** Opening SOURCE RECORDS block **
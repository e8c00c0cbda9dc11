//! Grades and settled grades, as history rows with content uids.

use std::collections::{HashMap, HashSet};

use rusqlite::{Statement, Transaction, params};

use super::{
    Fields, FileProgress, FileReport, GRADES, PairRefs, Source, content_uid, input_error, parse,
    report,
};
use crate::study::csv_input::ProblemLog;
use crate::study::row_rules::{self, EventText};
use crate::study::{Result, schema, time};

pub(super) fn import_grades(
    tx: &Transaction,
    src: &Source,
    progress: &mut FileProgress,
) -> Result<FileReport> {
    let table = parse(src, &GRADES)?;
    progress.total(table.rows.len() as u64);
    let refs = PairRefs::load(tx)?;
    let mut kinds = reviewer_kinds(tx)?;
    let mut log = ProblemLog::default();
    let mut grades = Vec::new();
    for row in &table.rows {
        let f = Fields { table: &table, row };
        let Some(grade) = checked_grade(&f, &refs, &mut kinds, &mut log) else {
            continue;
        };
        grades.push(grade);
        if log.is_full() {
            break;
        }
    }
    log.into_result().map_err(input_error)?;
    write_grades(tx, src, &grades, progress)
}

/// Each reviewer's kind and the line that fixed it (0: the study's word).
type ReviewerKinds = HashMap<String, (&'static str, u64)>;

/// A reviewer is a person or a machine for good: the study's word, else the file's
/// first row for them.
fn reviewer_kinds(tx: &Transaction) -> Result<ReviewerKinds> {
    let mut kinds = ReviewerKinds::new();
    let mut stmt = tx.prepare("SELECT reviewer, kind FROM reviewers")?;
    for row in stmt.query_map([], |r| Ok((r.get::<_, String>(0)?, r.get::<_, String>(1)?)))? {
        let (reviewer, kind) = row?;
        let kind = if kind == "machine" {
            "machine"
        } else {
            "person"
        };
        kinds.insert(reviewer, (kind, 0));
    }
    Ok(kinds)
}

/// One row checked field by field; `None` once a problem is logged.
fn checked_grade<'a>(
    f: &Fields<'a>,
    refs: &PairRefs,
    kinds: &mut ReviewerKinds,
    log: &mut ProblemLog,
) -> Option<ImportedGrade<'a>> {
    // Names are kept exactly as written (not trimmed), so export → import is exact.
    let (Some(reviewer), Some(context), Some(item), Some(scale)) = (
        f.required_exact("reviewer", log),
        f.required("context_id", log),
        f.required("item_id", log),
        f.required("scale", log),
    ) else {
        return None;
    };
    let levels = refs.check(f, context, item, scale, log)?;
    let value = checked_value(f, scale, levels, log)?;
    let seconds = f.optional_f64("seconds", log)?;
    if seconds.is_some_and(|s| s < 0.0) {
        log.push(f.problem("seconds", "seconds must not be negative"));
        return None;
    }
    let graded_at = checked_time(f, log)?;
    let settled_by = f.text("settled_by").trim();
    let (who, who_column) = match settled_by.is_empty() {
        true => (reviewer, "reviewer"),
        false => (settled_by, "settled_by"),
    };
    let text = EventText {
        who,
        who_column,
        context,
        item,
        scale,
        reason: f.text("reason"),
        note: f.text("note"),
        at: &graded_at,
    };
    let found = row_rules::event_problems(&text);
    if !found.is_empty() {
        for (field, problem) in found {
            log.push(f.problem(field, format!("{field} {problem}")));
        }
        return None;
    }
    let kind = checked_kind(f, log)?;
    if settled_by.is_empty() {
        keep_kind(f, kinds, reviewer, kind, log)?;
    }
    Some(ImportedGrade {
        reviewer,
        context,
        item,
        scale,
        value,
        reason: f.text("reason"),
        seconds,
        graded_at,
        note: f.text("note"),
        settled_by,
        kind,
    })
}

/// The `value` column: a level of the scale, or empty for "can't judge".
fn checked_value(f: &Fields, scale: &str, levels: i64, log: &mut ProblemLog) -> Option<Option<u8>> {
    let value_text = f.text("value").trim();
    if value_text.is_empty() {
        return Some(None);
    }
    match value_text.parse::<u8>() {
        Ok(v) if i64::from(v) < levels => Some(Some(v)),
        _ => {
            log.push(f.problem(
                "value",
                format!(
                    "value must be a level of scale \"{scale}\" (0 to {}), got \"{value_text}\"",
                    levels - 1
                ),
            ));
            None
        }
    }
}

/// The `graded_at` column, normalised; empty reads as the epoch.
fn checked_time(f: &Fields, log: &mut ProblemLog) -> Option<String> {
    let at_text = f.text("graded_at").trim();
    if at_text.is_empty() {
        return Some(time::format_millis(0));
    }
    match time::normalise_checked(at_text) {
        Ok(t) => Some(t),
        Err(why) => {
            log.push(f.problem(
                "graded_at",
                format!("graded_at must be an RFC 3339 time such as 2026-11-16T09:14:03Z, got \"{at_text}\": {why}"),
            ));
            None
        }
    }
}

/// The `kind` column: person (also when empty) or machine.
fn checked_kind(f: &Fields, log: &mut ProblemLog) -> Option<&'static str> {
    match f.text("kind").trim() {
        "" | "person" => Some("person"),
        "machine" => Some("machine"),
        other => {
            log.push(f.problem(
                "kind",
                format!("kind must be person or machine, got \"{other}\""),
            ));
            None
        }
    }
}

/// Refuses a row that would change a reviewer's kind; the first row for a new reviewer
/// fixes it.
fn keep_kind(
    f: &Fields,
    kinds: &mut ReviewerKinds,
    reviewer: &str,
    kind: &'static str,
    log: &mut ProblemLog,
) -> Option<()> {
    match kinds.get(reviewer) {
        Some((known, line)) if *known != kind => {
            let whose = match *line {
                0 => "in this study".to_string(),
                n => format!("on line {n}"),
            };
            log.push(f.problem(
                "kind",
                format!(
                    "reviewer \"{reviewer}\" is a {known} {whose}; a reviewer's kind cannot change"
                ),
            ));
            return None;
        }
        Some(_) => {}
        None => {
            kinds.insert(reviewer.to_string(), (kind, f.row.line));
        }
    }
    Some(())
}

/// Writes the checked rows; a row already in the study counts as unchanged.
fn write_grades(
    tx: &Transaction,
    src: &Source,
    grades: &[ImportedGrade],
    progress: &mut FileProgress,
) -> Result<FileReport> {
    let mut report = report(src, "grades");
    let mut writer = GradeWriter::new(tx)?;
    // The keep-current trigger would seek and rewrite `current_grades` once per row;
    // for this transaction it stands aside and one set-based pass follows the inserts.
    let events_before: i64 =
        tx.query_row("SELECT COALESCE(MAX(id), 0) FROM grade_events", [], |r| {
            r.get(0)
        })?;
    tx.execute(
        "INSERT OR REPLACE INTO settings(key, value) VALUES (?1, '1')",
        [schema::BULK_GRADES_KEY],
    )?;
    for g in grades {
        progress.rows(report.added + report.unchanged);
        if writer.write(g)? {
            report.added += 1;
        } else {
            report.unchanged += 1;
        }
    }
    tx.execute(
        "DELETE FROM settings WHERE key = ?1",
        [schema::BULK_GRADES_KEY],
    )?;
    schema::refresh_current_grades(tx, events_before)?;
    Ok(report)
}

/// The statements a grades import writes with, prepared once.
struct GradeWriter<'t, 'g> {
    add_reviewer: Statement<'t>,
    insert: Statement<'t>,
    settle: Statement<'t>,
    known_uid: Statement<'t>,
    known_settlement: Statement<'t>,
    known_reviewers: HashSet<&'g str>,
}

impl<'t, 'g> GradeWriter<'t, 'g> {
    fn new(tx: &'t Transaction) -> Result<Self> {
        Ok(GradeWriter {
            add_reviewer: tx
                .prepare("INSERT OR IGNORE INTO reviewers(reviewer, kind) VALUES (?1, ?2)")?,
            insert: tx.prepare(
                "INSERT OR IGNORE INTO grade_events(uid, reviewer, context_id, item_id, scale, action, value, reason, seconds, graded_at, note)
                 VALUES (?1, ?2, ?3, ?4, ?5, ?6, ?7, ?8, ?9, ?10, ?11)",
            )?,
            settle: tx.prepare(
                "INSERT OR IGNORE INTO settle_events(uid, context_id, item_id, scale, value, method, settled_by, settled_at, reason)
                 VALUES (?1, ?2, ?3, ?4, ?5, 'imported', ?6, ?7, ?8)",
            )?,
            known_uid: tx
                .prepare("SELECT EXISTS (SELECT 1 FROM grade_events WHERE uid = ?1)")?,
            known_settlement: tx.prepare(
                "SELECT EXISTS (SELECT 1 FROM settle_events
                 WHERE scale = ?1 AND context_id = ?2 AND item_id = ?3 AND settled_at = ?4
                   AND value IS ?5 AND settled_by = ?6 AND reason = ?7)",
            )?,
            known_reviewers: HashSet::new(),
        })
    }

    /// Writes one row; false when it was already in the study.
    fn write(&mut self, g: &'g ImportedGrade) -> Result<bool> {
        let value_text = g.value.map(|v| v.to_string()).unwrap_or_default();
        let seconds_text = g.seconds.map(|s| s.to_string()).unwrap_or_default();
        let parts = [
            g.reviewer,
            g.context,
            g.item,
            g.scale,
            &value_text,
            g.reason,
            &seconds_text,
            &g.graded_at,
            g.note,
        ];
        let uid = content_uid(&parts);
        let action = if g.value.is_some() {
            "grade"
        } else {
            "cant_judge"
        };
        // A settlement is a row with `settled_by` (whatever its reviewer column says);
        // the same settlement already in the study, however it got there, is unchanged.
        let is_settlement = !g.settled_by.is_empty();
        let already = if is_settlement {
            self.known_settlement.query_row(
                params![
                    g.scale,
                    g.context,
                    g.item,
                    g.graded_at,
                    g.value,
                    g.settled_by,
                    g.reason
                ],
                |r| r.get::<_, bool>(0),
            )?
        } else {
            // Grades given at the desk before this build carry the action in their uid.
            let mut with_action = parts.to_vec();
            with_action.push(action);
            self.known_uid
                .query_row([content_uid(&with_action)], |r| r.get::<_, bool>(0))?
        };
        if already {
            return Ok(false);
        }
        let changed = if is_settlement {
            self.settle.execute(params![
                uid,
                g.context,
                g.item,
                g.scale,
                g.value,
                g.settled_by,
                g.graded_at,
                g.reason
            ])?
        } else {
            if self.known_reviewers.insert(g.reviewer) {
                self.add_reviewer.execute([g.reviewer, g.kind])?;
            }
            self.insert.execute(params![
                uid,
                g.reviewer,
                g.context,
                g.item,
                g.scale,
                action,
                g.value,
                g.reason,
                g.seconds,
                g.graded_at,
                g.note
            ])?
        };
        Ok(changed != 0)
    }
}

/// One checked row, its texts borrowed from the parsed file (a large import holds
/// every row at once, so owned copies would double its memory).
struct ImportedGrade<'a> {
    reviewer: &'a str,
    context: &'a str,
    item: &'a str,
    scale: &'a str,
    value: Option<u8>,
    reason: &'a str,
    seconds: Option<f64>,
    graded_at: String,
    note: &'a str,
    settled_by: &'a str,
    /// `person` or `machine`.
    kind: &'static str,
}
** Closing SOURCE RECORDS block **
Every line of the records that includes the word "this" should be gathered.

                0 => "in this study".to_string(),
    // for this transaction it stands aside and one set-based pass follows the inserts.
            // Grades given at the desk before this build carry the action in their uid.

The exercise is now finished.